Another Care Home scandal – We must get Profit out of Care

The latest report by Centre for International Corporate Tax Accountability and Research (CICTAR) has revealed details of how the UK’s largest care home operator shifted profits offshore to private investors, while simulating losses to access millions in government funding.

The report -which is generating headlines and sparking debate across the United Kingdom - is the latest in a series of stories showing how privatised care has undermined care standards for the most vulnerable, siphoned resources out of the care system desperately needed to raise care standards, pay and working conditions for care workers.

Care home bosses on pandemic support sent £5m to Caymans

The owner of Britain’s largest care home provider siphoned nearly £5 million in tax-free profits to the Cayman Islands while claiming extra government support

https://www.thetimes.co.uk/article/care-home-bosses-on-pandemic-support-sent-5m-to-caymans-hccj862q5

BBC One - Panorama, Crisis in Care: Follow the Money

Panorama investigates the ownership of care homes by international investors.

https://www.bbc.co.uk/programmes/m0012cbj

How care-crisis homes made Saudis millions

A company run by Saudi Olympic showjumper Kamal Bahamdan owns HC-One - which, with 265 facilities and bed capacity of 16,116 in England, is the country's largest care home operator.

https://www.dailymail.co.uk/news/article-10278143/How-care-crisis-homes-Saudis-millions.html

Funding of care homes isn’t meant to be exciting – or labyrinthine | Nils Pratley

An inquiry into the sector is long overdue, and the best source of private capital is pension funds

https://www.theguardian.com/business/nils-pratley-on-finance/2021/dec/06/funding-care-homes-exciting-or-labyrinthine-private-capital

In 2020, according to the report, £4.8m in dividend payments were shifted to the Cayman Islands. Related party interest payments of £17.7m and £24.7m in lease payments also flowed offshore in 2020. HC-One, which wields significant influence over public policy and the lives of thousands of vulnerable people and front-line care workers, is controlled through a complex global structure involving well known tax havens such as the Cayman Islands, Jersey, and the Isle of Man.

Referring to the Uk governments recent care package announcement Christina McAnea, General Secretary of UNISON, PSI affiliate, said:

"The public expects April's tax hike to be spent improving the crisis-ridden care sector. But there's a real risk significant amounts of much-needed cash will be siphoned off to line the pockets of investors overseas. The government must not allow this to happen. Social care already requires significantly more money than ministers are prepared to give. What little is on offer must go on improving the quality and amount of care available, and on boosting pay for the dedicated workforce."

Care systems across the globe are facing multiple crises with COVID exposing underfunding, profiteering and poor care standards. Too often national and local care systems are portrayed by corporations and right-wing governments as specific to the local circumstances and only requiring more private investment to fix.

PSI General Secretary, Rosa Pavanelli said:

“We cannot continue to treat care as an economic activity – care is a public good that must be funded and delivered by the public system in the public interest. While the private sector continues to dominate the provision of long term care there will always be incentives for it to syphon off profits, dividends and rents to tax havens at the expense of the quality of care and the workers who provide it.”

PSI and CICTAR work has demonstrated that the use of privatised care is a global feature of a broken system that shifts taxpayers money into private hands and too often into offshore tax havens – whilst care standards suffer - leaving workers and families, essentially women, to bear the burden. Whilst only well-funded public care systems can conclusively stop these abuses, any extra funding must be accompanied by more transparency, better regulation and investment in the pay and conditions of those who provide the care.

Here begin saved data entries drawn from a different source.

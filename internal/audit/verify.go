package audit

import (
	"context"
	"errors"
	"fmt"
	"log/slog"
	"sort"
	"time"

	"filtrate/calc"
	"filtrate/store"
)

// Source is the part of the store the audit view reads. store.Store
// implements it.
type Source interface {
	Record(ctx context.Context, id int64) (store.AuditRecord, error)
	Search(ctx context.Context, f store.Filter) ([]store.AuditRecord, error)
	Walk(ctx context.Context, fromID int64, fn func(store.AuditRecord) error) error
	Head(ctx context.Context) (store.ChainHead, error)
}

// ProblemKind classifies a verification finding.
type ProblemKind string

// Kinds of findings: the chain kinds of package store, and two of
// recomputation.
const (
	ProblemContentHash = ProblemKind(store.ProblemContentHash)
	ProblemBrokenLink  = ProblemKind(store.ProblemBrokenLink)
	ProblemGap         = ProblemKind(store.ProblemGap)
	ProblemOrder       = ProblemKind(store.ProblemOrder)
	ProblemHead        = ProblemKind(store.ProblemHead)
	// ProblemRecompute: the record recomputes to something else.
	ProblemRecompute ProblemKind = "recompute-mismatch"
	// ProblemRecomputeFailed: the record cannot be recomputed.
	ProblemRecomputeFailed ProblemKind = "recompute-failed"
)

// Problem is one verification finding. It names record IDs, kinds and
// value-free details, never record content.
type Problem struct {
	Kind ProblemKind
	// ID is the record concerned (the first missing ID of a gap).
	ID int64
	// LastID is the last missing ID of a gap or head mismatch, and equals
	// ID otherwise.
	LastID int64
	// Detail adds a value-free description (recomputation findings).
	Detail string
}

// String describes the problem, for example "record 7: gap",
// "records 7-9: gap" or "record 4: recompute-mismatch: exact: ...".
func (p Problem) String() string {
	s := fmt.Sprintf("record %d: %s", p.ID, p.Kind)
	if p.LastID != p.ID {
		s = fmt.Sprintf("records %d-%d: %s", p.ID, p.LastID, p.Kind)
	}
	if p.Detail != "" {
		s += ": " + p.Detail
	}
	return s
}

// Report is the result of [Verify].
type Report struct {
	// FirstID and LastID bound the records walked (0 when none).
	FirstID, LastID int64
	// Checked counts the records walked.
	Checked int64
	// Recomputed counts the records whose recomputation matched;
	// NotApplicable those with nothing to recompute.
	Recomputed, NotApplicable int64
	// Head is the chain head the store tracks, read before the walk.
	Head store.ChainHead
	// Problems lists every finding, ordered by record ID.
	Problems []Problem
}

// OK reports whether verification found nothing wrong.
func (r Report) OK() bool { return len(r.Problems) == 0 }

// Counts returns how many problems of each kind were found.
func (r Report) Counts() map[ProblemKind]int {
	m := map[ProblemKind]int{}
	for _, p := range r.Problems {
		m[p.Kind]++
	}
	return m
}

// ByRecord groups the problems by record ID (the first ID of a range).
func (r Report) ByRecord() map[int64][]Problem {
	m := map[int64][]Problem{}
	for _, p := range r.Problems {
		m[p.ID] = append(m[p.ID], p)
	}
	return m
}

// VerifyOptions adjust [Verify].
type VerifyOptions struct {
	// Since, when set, verifies the records from the first one recorded at
	// or after it, still checking its link to the record before. With
	// several writers whose clocks disagree, "first" means: after the last
	// record recorded before Since.
	Since time.Time
	// Calculator recomputes the records; nil means the builtin one.
	Calculator *calc.Calculator
	// Progress, when set, is called with the number of records checked so
	// far, at most once per ProgressInterval (default 1 s) and, when
	// ProgressEvery is positive, every ProgressEvery records.
	Progress         func(checked int64)
	ProgressInterval time.Duration
	ProgressEvery    int64
	// Logger receives a summary and one line per problem (IDs and kinds
	// only). The default discards.
	Logger *slog.Logger
	// Checkpoints, exported earlier and kept outside the database, are
	// checked too: each record they name must still carry their hash.
	Checkpoints []Checkpoint
}

// errStop ends a walk at the chain head read before it.
var errStop = errors.New("audit: end of verified range")

// Verify walks the audit chain in order, checks every record's content
// hash and its link to the one before (store.Verifier), recomputes every
// record (see [Recomputer.Recompute]) and compares the end of the chain with
// the head the store tracks. Records appended while it runs (after the
// head it read first) are left for the next run.
//
// Findings are in the Report; the error reports only a failure to read the
// store (or a cancelled context).
func Verify(ctx context.Context, src Source, opts VerifyOptions) (Report, error) {
	log := opts.Logger
	if log == nil {
		log = slog.New(slog.DiscardHandler)
	}
	interval := opts.ProgressInterval
	if interval <= 0 {
		interval = time.Second
	}
	rc := NewRecomputer(opts.Calculator)

	var rep Report
	head, err := src.Head(ctx)
	if err != nil {
		return rep, fmt.Errorf("audit: verify: %w", err)
	}
	rep.Head = head

	v := store.NewVerifier()
	from := int64(1)
	if !opts.Since.IsZero() {
		prev, err := src.Search(ctx, store.Filter{Until: opts.Since, Limit: 1})
		if err != nil {
			return rep, fmt.Errorf("audit: verify: find the record before --since: %w", err)
		}
		if len(prev) == 1 {
			p := prev[0]
			// The link into the first record is checked against p; p's own
			// content is checked too, since the link relies on it.
			if store.HashRecord(p) != p.ContentHash {
				rep.Problems = append(rep.Problems, Problem{Kind: ProblemContentHash, ID: p.ID, LastID: p.ID})
			}
			v = store.ResumeVerifier(p.ID, p.ContentHash)
			from = p.ID + 1
		}
	}
	log.InfoContext(ctx, "audit verify started", "from_id", from, "head_id", head.LastID)

	lastReport := time.Now()
	err = src.Walk(ctx, from, func(r store.AuditRecord) error {
		if r.ID > head.LastID {
			return errStop
		}
		if rep.FirstID == 0 {
			rep.FirstID = r.ID
		}
		rep.LastID = r.ID
		rep.Checked++
		v.Add(r)
		verdict, _ := rc.Recompute(r)
		switch verdict.Outcome {
		case Match:
			rep.Recomputed++
		case NotApplicable:
			rep.NotApplicable++
		case Mismatch:
			rep.Problems = append(rep.Problems, Problem{Kind: ProblemRecompute, ID: r.ID, LastID: r.ID, Detail: verdict.Summary()})
		case Failed:
			rep.Problems = append(rep.Problems, Problem{Kind: ProblemRecomputeFailed, ID: r.ID, LastID: r.ID, Detail: verdict.Reason})
		}
		if opts.Progress != nil {
			if (opts.ProgressEvery > 0 && rep.Checked%opts.ProgressEvery == 0) || time.Since(lastReport) >= interval {
				opts.Progress(rep.Checked)
				lastReport = time.Now()
			}
		}
		return ctx.Err()
	})
	if err != nil && !errors.Is(err, errStop) {
		return rep, fmt.Errorf("audit: verify: %w", err)
	}
	v.CheckHead(head)
	for _, p := range v.Problems() {
		rep.Problems = append(rep.Problems, Problem{Kind: ProblemKind(p.Kind), ID: p.ID, LastID: p.LastID})
	}
	cpProblems, err := CheckCheckpoints(ctx, src, opts.Checkpoints)
	if err != nil {
		return rep, fmt.Errorf("audit: verify: %w", err)
	}
	rep.Problems = append(rep.Problems, cpProblems...)
	sort.SliceStable(rep.Problems, func(i, j int) bool { return rep.Problems[i].ID < rep.Problems[j].ID })
	for _, p := range rep.Problems {
		log.WarnContext(ctx, "audit verify problem", "kind", string(p.Kind), "id", p.ID, "last_id", p.LastID)
	}
	log.InfoContext(ctx, "audit verify finished", "checked", rep.Checked, "first_id", rep.FirstID,
		"last_id", rep.LastID, "recomputed", rep.Recomputed, "not_applicable", rep.NotApplicable,
		"problems", len(rep.Problems))
	return rep, nil
}
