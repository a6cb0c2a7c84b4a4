package audit

import (
	"context"
	"encoding/csv"
	"encoding/json"
	"fmt"
	"io"
	"strconv"
	"strings"
	"text/tabwriter"
	"time"

	"filtrate/calc"
	"filtrate/store"
)

// RecordWriter writes audit records in some format. Close finishes the
// output (a closing bracket, a flush) and must be called once, also when no
// record was written.
type RecordWriter interface {
	Write(rec store.AuditRecord) error
	Close() error
}

// searchPage is how many records Each asks the store for at a time.
const searchPage = 1000

// Each calls fn for the records matching f, newest first, reading the store
// a page at a time (so f.Limit may exceed the store's cap of 10000). f.Limit
// caps the total; 0 means no cap. f.BeforeID is honoured as the starting
// point. Each stops at the first error from fn and returns it.
func Each(ctx context.Context, src Source, f store.Filter, fn func(store.AuditRecord) error) error {
	limit := f.Limit
	n := 0
	for {
		page := searchPage
		if limit > 0 && limit-n < page {
			page = limit - n
		}
		pf := f
		pf.Limit = page
		recs, err := src.Search(ctx, pf)
		if err != nil {
			return fmt.Errorf("audit: search: %w", err)
		}
		for _, r := range recs {
			if err := fn(r); err != nil {
				return err
			}
		}
		n += len(recs)
		if len(recs) < page || (limit > 0 && n >= limit) {
			return nil
		}
		f.BeforeID = recs[len(recs)-1].ID
	}
}

// Export writes the records matching f (newest first; f.Limit 0 means all)
// to rw and closes it. It returns how many records it wrote.
func Export(ctx context.Context, src Source, f store.Filter, rw RecordWriter) (int64, error) {
	var n int64
	err := Each(ctx, src, f, func(r store.AuditRecord) error {
		if err := rw.Write(r); err != nil {
			return err
		}
		n++
		return nil
	})
	if cerr := rw.Close(); err == nil {
		err = cerr
	}
	return n, err
}

// ExportCSV writes the records matching f to w as CSV; see [NewCSVWriter].
func ExportCSV(ctx context.Context, w io.Writer, src Source, f store.Filter) (int64, error) {
	return Export(ctx, src, f, NewCSVWriter(w))
}

// ExportFHIR writes the records matching f to w as a FHIR R4 Bundle; see
// [NewFHIRWriter].
func ExportFHIR(ctx context.Context, w io.Writer, src Source, f store.Filter, opts FHIROptions) (int64, error) {
	return Export(ctx, src, f, NewFHIRWriter(w, opts))
}

// Summary is the one-line view of a record used by "audit search --json":
// no date of birth, no sex, no steps.
type Summary struct {
	ID              int64    `json:"id"`
	RecordedAt      string   `json:"recorded_at"`
	Transport       string   `json:"transport"`
	MessageID       string   `json:"message_id"`
	PatientID       string   `json:"patient_id"`
	CollectedAt     string   `json:"collected_at,omitempty"`
	Equation        string   `json:"equation"`
	EquationVersion string   `json:"equation_version"`
	Exact           *float64 `json:"exact"`
	Reported        string   `json:"reported"`
	Unit            string   `json:"unit"`
	Category        string   `json:"category"`
	// Suppressed is the suppression reason code; "" when a value was
	// reported.
	Suppressed      string `json:"suppressed"`
	Policy          string `json:"policy"`
	PolicyVersion   string `json:"policy_version"`
	OutputMessageID string `json:"output_message_id"`
	ContentHash     string `json:"content_hash"`
}

// Summarize returns the summary of rec.
func Summarize(rec store.AuditRecord) Summary {
	return Summary{
		ID: rec.ID, RecordedAt: timeText(rec.RecordedAt), Transport: rec.Transport,
		MessageID: rec.MessageID, PatientID: rec.PatientID, CollectedAt: timeText(rec.CollectedAt),
		Equation: rec.Equation, EquationVersion: rec.EquationVersion, Exact: rec.Exact,
		Reported: rec.Reported, Unit: rec.Unit, Category: rec.Category, Suppressed: rec.SuppressionCode,
		Policy: rec.Policy, PolicyVersion: rec.PolicyVersion, OutputMessageID: rec.OutputMessageID,
		ContentHash: rec.ContentHash,
	}
}

// NewSearchWriter returns the writer of "audit search": one JSON object
// ([Summary]) per line when jsonLines is set, otherwise an aligned table
// with a header line: ID, recorded at (UTC), message ID, patient ID,
// equation, reported value and unit, category, suppression code.
func NewSearchWriter(w io.Writer, jsonLines bool) RecordWriter {
	if jsonLines {
		return &jsonLinesWriter{enc: json.NewEncoder(w)}
	}
	tw := tabwriter.NewWriter(w, 0, 8, 2, ' ', 0)
	fmt.Fprintln(tw, "ID\tRECORDED (UTC)\tMESSAGE\tPATIENT\tEQUATION\tREPORTED\tCATEGORY\tSUPPRESSED")
	return &tableWriter{tw: tw}
}

type jsonLinesWriter struct{ enc *json.Encoder }

func (j *jsonLinesWriter) Write(rec store.AuditRecord) error { return j.enc.Encode(Summarize(rec)) }
func (j *jsonLinesWriter) Close() error                      { return nil }

type tableWriter struct{ tw *tabwriter.Writer }

func (t *tableWriter) Write(rec store.AuditRecord) error {
	dash := func(s string) string {
		if s == "" {
			return "-"
		}
		// A tab or newline received in a field would break the table.
		return strings.Map(func(r rune) rune {
			if r == '\t' || r == '\n' || r == '\r' {
				return ' '
			}
			return r
		}, s)
	}
	reported := rec.Reported
	if reported != "" && rec.Unit != "" {
		reported += " " + rec.Unit
	}
	rt := ""
	if !rec.RecordedAt.IsZero() {
		rt = rec.RecordedAt.UTC().Format("2006-01-02T15:04:05Z")
	}
	_, err := fmt.Fprintf(t.tw, "%d\t%s\t%s\t%s\t%s\t%s\t%s\t%s\n", rec.ID, dash(rt), dash(rec.MessageID),
		dash(rec.PatientID), dash(rec.Equation), dash(reported), dash(rec.Category), dash(rec.SuppressionCode))
	return err
}

func (t *tableWriter) Close() error { return t.tw.Flush() }

// CSVColumns returns the columns of the CSV export, in order.
func CSVColumns() []string {
	return []string{
		"id", "recorded_at", "transport", "message_id", "raw_hash", "patient_id", "collected_at",
		"inputs", "equation", "equation_version", "steps", "exact", "reported", "unit", "category",
		"comments", "suppression_code", "suppression_text", "policy", "policy_version", "config_hash",
		"software_version", "output_message_id", "content_hash", "prev_hash",
	}
}

// CSVWriter writes records as CSV for spreadsheets (RFC 4180, header row,
// columns of [CSVColumns]). Times are UTC RFC 3339; exact is the shortest
// decimal that round-trips, without exponent; inputs are rendered as
// "analyte value unit -> used unit [calibration ID vN]; ...", steps as
// "name=value; ..." and comments joined with " | ". Of the patient it
// carries the identifier only (no date of birth or sex).
//
// A text field received from outside that starts with =, +, -, @, tab or
// carriage return is prefixed with a single quote, so that a spreadsheet
// does not run it as a formula (OWASP, "CSV Injection").
type CSVWriter struct {
	w      *csv.Writer
	header bool
}

// NewCSVWriter returns a CSVWriter on w.
func NewCSVWriter(w io.Writer) *CSVWriter { return &CSVWriter{w: csv.NewWriter(w)} }

// Write implements RecordWriter.
func (c *CSVWriter) Write(rec store.AuditRecord) error {
	if err := c.writeHeader(); err != nil {
		return err
	}
	exact := ""
	if rec.Exact != nil {
		exact = strconv.FormatFloat(*rec.Exact, 'f', -1, 64)
	}
	row := []string{
		strconv.FormatInt(rec.ID, 10), timeText(rec.RecordedAt), safeCell(rec.Transport),
		safeCell(rec.MessageID), rec.RawHash, safeCell(rec.PatientID), timeText(rec.CollectedAt),
		safeCell(inputsText(rec.Inputs)), rec.Equation, rec.EquationVersion, safeCell(stepsText(rec.Steps)),
		exact, safeCell(rec.Reported), rec.Unit, rec.Category, safeCell(strings.Join(rec.Comments, " | ")),
		rec.SuppressionCode, safeCell(rec.SuppressionText), safeCell(rec.Policy), safeCell(rec.PolicyVersion),
		rec.ConfigHash, safeCell(rec.SoftwareVersion), safeCell(rec.OutputMessageID), rec.ContentHash, rec.PrevHash,
	}
	if err := c.w.Write(row); err != nil {
		return fmt.Errorf("audit: write CSV: %w", err)
	}
	return nil
}

// Close implements RecordWriter: it writes the header if no record was
// written, and flushes.
func (c *CSVWriter) Close() error {
	if err := c.writeHeader(); err != nil {
		return err
	}
	c.w.Flush()
	if err := c.w.Error(); err != nil {
		return fmt.Errorf("audit: write CSV: %w", err)
	}
	return nil
}

func (c *CSVWriter) writeHeader() error {
	if c.header {
		return nil
	}
	c.header = true
	if err := c.w.Write(CSVColumns()); err != nil {
		return fmt.Errorf("audit: write CSV: %w", err)
	}
	return nil
}

func safeCell(s string) string {
	if s != "" && strings.ContainsRune("=+-@\t\r", rune(s[0])) {
		return "'" + s
	}
	return s
}

// stepsText renders worked steps compactly: "name=value; ...".
func stepsText(raw json.RawMessage) string {
	if len(raw) == 0 {
		return ""
	}
	var steps []calc.Step
	if err := json.Unmarshal(raw, &steps); err != nil {
		return string(raw)
	}
	parts := make([]string, len(steps))
	for i, s := range steps {
		parts[i] = s.Name + "=" + formatExact(s.Value)
	}
	return strings.Join(parts, "; ")
}

// inputsText renders inputs compactly:
// "creatinine 0.92 mg/dL -> 0.92 mg/dL [CAL-1 v2]; ...".
func inputsText(raw json.RawMessage) string {
	if len(raw) == 0 {
		return ""
	}
	var ins []calc.InputUse
	if err := json.Unmarshal(raw, &ins); err != nil {
		return string(raw)
	}
	parts := make([]string, len(ins))
	for i, in := range ins {
		s := fmt.Sprintf("%s %s %s -> ", in.Analyte, in.ValueText, in.Unit)
		if in.Accepted {
			s += formatExact(in.Used) + " " + in.UsedUnit
		} else {
			s += "not used"
		}
		if in.Calibration != "" {
			s += fmt.Sprintf(" [%s v%s]", in.Calibration, in.CalibrationV)
		}
		parts[i] = s
	}
	return strings.Join(parts, "; ")
}

// ParseTime reads a time given on the command line: RFC 3339 (with or
// without fractional seconds), or a date YYYY-MM-DD meaning midnight at the
// start of that day in loc (UTC when nil). With endOfDay, a date means
// midnight at the end of that day, so that an exclusive upper bound
// "--until 2026-11-30" includes the whole of that day.
func ParseTime(s string, loc *time.Location, endOfDay bool) (time.Time, error) {
	if loc == nil {
		loc = time.UTC
	}
	if t, err := time.Parse(time.RFC3339Nano, s); err == nil {
		return t, nil
	}
	d, err := time.ParseInLocation(time.DateOnly, s, loc)
	if err != nil {
		return time.Time{}, fmt.Errorf("want RFC 3339 (2006-01-02T15:04:05Z) or a date (2006-01-02), not %q", s)
	}
	if endOfDay {
		d = d.AddDate(0, 0, 1)
	}
	return d, nil
}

PSI is part of a core group campaigning for a global movement to rebuild the social organisation of care to recognise the social and economic value of paid and unpaid care work. Its joint Care Manifesto outlines the five priorities of this work including recognising the value of this work, justly rewarding the work especially amongst the largely feminised work force, and reclaiming the public nature of care services. 

The report released in conjunction with the BBC’s widely acclaimed Panorama will be aired on the evening of Monday 6 December. PSI is a founding member of CICTAR and has supported its work on long term care in France, UK, Canada, Australia, Belgium and other countries.